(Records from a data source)
= = = =
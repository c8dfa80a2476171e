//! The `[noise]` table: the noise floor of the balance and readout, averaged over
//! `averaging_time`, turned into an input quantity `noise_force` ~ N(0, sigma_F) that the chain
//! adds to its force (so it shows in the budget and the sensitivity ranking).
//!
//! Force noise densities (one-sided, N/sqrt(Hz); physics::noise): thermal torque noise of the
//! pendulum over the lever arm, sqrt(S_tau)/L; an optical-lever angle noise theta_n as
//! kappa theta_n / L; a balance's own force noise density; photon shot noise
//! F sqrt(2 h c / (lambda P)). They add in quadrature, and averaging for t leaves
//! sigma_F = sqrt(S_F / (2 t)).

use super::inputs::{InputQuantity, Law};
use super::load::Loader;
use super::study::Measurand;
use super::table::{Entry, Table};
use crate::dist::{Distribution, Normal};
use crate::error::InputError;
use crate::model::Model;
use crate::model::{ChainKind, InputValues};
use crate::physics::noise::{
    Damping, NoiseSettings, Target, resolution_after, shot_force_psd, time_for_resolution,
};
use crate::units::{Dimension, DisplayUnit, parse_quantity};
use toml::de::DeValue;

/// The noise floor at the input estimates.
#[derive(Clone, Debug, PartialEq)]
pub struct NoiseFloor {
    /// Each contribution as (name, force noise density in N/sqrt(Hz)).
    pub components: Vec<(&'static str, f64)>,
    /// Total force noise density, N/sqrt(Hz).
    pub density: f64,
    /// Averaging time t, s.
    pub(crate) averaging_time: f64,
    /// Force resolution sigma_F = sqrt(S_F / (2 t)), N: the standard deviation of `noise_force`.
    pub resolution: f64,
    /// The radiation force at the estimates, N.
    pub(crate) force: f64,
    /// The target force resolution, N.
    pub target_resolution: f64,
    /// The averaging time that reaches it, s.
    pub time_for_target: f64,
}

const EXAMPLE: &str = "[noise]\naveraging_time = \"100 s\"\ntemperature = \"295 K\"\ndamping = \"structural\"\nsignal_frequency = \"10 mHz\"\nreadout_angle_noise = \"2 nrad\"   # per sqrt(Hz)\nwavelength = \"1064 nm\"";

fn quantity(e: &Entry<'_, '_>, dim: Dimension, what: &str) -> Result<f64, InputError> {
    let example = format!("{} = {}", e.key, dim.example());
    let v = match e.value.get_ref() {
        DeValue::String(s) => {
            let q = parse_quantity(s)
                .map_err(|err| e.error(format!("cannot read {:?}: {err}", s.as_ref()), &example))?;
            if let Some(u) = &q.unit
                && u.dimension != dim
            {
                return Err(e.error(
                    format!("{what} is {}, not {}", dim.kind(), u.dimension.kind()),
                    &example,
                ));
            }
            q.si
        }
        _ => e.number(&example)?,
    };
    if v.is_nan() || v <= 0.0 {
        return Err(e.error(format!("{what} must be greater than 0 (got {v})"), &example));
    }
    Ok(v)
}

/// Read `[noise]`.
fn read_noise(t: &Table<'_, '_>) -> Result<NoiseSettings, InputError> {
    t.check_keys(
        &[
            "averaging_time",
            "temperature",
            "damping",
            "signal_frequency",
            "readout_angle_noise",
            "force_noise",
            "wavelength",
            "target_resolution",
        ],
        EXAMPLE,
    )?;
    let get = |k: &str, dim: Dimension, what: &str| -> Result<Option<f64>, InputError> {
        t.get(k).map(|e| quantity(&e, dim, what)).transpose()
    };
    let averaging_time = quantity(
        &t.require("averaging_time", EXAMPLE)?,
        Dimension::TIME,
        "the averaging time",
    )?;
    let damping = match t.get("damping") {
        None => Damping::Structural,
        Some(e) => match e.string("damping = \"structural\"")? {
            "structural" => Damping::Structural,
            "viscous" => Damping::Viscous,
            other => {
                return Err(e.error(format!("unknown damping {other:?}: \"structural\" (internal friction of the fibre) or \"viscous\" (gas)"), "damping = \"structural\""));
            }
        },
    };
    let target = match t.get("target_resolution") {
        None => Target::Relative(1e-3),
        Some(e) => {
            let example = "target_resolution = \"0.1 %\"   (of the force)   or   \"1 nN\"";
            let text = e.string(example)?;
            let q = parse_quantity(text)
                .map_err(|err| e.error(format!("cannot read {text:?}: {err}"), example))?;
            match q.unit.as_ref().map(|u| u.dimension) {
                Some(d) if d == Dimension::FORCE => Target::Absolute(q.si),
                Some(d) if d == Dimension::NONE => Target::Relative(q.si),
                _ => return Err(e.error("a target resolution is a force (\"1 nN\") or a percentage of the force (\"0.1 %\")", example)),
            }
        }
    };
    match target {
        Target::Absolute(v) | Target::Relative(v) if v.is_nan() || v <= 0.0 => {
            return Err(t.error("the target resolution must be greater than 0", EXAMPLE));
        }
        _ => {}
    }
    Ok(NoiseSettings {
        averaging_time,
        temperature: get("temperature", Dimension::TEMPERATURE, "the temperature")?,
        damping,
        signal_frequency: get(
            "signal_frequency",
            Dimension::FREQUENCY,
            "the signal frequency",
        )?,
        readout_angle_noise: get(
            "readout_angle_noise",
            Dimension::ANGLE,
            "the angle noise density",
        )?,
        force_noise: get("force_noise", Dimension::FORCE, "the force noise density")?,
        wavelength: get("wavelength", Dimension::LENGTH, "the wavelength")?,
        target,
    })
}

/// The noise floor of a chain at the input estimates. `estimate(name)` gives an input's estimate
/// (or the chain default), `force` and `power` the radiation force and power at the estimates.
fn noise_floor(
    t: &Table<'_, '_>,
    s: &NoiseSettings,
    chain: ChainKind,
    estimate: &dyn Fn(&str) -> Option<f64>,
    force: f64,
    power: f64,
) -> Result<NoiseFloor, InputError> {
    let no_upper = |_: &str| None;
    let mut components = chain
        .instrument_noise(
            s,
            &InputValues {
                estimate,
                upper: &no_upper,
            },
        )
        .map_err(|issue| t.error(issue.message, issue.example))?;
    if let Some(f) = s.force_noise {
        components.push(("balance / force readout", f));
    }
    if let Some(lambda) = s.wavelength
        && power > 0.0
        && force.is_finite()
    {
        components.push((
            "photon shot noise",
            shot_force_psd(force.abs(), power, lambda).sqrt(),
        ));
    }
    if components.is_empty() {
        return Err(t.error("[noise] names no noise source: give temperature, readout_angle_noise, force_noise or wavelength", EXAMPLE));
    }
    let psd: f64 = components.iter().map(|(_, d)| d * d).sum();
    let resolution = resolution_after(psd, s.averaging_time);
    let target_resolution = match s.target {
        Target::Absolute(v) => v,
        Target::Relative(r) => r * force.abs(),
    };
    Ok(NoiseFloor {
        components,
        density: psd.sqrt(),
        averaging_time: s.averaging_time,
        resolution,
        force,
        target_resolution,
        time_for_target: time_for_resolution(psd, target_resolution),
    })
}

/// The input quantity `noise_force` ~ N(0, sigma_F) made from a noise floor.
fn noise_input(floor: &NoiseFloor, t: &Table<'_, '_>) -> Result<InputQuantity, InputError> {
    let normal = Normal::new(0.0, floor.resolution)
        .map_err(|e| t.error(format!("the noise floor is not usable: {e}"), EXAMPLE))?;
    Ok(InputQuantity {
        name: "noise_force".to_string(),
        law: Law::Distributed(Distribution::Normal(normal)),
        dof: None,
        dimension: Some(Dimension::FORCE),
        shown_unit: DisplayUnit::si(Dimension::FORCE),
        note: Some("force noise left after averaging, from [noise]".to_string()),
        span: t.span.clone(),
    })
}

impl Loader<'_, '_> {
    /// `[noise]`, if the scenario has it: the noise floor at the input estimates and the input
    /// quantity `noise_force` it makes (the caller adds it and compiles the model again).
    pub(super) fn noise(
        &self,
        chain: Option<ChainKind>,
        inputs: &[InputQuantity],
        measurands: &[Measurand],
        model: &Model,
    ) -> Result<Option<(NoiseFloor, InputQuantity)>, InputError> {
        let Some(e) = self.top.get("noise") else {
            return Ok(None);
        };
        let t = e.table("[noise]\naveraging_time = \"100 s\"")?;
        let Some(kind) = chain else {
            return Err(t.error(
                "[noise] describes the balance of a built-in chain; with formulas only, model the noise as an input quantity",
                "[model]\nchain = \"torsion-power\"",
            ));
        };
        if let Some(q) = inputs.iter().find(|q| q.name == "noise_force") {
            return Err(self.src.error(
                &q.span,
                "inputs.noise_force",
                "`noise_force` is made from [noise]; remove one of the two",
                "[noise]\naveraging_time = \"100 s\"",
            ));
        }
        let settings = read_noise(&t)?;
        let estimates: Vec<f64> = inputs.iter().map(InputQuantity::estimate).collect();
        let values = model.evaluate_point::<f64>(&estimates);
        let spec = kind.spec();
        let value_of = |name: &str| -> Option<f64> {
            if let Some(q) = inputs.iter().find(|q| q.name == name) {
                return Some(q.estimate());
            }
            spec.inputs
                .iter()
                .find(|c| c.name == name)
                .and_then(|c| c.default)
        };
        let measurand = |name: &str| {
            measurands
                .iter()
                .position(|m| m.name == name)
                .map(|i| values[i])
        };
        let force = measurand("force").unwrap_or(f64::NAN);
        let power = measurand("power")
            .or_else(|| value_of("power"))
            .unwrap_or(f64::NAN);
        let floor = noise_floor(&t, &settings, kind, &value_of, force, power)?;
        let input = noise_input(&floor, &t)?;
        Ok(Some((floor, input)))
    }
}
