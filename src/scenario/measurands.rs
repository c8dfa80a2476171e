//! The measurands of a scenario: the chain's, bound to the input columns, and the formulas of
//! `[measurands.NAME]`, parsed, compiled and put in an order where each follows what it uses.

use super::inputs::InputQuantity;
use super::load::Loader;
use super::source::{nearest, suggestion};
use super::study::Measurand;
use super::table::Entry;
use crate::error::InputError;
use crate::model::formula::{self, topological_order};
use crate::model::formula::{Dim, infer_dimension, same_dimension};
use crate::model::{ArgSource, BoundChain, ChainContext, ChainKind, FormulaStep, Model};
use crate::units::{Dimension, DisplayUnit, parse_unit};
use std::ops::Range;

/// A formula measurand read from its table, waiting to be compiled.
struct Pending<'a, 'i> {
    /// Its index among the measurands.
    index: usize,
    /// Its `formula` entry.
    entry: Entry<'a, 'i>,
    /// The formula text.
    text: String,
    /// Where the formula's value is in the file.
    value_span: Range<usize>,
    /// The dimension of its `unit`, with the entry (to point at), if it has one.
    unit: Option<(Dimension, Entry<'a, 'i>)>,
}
= = = =
(Problem details): Could you restate word for word the lines above, from the one that contains "let values = model.evaluate_point::<f64>(&estimates);" through the one that contains "spec.inputs", and no others?

(Written answer):
        let values = model.evaluate_point::<f64>(&estimates);
        let spec = kind.spec();
        let value_of = |name: &str| -> Option<f64> {
            if let Some(q) = inputs.iter().find(|q| q.name == name) {
                return Some(q.estimate());
            }
            spec.inputs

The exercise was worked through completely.